• Task details
Please work out how many lines in the entries contain "width", then give that number with nothing added.

• Input data
++++++++++
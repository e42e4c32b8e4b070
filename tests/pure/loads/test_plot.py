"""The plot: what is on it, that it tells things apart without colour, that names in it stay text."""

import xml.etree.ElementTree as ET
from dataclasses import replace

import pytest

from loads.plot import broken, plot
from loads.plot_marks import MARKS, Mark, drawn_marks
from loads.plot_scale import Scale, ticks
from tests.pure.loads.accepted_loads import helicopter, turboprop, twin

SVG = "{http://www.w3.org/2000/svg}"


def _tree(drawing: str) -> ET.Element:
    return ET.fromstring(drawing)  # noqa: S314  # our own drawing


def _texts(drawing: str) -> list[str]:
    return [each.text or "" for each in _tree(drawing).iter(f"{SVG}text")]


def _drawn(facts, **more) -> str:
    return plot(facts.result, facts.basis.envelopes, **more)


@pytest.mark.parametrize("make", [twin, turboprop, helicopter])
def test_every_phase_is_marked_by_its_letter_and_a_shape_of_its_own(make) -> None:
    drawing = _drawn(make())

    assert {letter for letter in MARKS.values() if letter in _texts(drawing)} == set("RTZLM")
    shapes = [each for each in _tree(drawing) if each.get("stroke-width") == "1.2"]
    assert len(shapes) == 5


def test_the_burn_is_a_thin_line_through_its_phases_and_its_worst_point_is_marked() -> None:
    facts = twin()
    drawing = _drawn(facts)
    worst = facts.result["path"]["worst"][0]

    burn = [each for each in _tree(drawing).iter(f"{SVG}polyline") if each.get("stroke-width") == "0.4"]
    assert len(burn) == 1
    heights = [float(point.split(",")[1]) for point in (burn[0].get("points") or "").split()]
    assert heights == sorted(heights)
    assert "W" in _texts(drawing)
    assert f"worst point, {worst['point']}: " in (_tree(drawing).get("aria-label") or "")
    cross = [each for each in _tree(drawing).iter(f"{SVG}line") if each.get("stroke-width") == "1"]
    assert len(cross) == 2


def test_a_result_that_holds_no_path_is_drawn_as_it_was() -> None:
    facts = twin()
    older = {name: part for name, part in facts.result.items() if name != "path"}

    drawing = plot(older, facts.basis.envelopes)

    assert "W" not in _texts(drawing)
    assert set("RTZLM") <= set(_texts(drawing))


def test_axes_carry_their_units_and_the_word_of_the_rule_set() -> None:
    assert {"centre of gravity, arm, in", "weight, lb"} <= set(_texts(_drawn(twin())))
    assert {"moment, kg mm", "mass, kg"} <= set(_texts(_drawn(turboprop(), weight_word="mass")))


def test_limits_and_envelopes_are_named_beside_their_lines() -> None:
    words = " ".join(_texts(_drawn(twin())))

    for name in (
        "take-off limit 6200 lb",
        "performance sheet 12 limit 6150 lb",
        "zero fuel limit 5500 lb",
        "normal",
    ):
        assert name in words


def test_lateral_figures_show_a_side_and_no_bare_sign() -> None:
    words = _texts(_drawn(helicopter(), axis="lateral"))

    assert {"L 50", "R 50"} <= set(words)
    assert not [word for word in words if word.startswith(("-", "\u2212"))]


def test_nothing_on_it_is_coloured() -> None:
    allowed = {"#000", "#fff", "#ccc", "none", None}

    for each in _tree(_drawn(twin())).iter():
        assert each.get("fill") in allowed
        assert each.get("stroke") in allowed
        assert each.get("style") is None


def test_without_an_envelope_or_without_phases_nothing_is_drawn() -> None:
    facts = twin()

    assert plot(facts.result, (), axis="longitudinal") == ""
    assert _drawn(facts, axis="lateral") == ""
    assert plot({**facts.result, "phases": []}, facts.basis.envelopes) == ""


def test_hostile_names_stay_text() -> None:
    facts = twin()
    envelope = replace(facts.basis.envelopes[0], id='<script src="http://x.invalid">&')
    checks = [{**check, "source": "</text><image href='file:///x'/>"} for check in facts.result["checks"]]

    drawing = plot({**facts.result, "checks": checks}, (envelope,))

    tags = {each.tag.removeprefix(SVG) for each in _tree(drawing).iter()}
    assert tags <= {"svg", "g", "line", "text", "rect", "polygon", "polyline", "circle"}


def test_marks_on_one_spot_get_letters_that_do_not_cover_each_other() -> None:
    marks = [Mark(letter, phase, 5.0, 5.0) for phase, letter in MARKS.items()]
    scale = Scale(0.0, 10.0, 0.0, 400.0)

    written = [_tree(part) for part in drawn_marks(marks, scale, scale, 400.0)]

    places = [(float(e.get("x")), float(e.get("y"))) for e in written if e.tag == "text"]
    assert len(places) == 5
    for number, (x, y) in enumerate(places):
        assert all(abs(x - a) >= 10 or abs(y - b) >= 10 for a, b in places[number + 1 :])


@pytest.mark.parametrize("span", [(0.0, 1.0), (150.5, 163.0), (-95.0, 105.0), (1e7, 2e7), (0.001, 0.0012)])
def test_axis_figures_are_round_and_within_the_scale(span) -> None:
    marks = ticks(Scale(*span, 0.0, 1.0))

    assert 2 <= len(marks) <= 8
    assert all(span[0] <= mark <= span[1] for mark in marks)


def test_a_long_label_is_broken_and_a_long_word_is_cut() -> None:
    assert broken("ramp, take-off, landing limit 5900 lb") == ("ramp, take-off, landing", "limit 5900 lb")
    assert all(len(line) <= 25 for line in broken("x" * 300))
++++++++++
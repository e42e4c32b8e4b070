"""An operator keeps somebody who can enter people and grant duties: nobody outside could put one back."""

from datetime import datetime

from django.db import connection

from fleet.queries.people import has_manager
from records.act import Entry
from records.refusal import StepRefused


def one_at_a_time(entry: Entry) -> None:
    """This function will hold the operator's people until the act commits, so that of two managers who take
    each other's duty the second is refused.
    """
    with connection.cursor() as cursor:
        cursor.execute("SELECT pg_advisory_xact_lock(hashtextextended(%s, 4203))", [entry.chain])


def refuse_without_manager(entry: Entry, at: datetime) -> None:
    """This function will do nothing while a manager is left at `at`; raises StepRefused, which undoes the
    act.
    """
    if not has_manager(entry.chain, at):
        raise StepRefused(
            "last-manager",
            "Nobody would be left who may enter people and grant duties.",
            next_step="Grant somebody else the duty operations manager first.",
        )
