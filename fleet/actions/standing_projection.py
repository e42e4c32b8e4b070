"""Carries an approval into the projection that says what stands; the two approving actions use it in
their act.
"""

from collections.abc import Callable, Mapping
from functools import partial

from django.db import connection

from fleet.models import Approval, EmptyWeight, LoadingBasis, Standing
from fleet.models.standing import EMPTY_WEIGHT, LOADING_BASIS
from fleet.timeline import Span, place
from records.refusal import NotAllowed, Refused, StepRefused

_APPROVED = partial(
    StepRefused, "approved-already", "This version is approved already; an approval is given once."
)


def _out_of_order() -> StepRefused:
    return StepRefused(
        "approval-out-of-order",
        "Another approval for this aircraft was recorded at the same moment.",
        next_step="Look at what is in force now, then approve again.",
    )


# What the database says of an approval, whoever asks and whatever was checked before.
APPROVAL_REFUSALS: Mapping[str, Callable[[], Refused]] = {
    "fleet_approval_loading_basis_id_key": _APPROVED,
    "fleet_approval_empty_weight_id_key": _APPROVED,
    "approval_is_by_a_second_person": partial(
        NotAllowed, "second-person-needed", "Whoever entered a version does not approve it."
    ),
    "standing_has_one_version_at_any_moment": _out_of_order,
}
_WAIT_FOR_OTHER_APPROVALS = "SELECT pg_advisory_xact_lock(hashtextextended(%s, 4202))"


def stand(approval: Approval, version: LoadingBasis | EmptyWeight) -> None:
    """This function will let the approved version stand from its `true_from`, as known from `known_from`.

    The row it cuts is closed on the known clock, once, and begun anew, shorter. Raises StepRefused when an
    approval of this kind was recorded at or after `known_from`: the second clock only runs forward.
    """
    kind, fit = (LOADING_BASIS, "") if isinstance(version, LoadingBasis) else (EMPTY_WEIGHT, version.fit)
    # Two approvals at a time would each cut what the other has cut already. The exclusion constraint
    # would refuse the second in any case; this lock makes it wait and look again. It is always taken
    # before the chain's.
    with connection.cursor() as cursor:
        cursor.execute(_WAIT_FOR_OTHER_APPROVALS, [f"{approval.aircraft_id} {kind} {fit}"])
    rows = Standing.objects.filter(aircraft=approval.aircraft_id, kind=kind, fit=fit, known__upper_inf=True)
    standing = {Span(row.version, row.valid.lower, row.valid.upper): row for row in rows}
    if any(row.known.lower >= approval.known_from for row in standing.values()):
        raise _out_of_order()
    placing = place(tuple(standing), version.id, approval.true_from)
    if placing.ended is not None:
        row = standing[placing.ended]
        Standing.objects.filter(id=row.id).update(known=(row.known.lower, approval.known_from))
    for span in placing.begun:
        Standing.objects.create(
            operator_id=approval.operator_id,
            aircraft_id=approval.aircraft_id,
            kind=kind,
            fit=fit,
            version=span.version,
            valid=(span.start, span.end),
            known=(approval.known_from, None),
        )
++++++++++
• Response to the task
3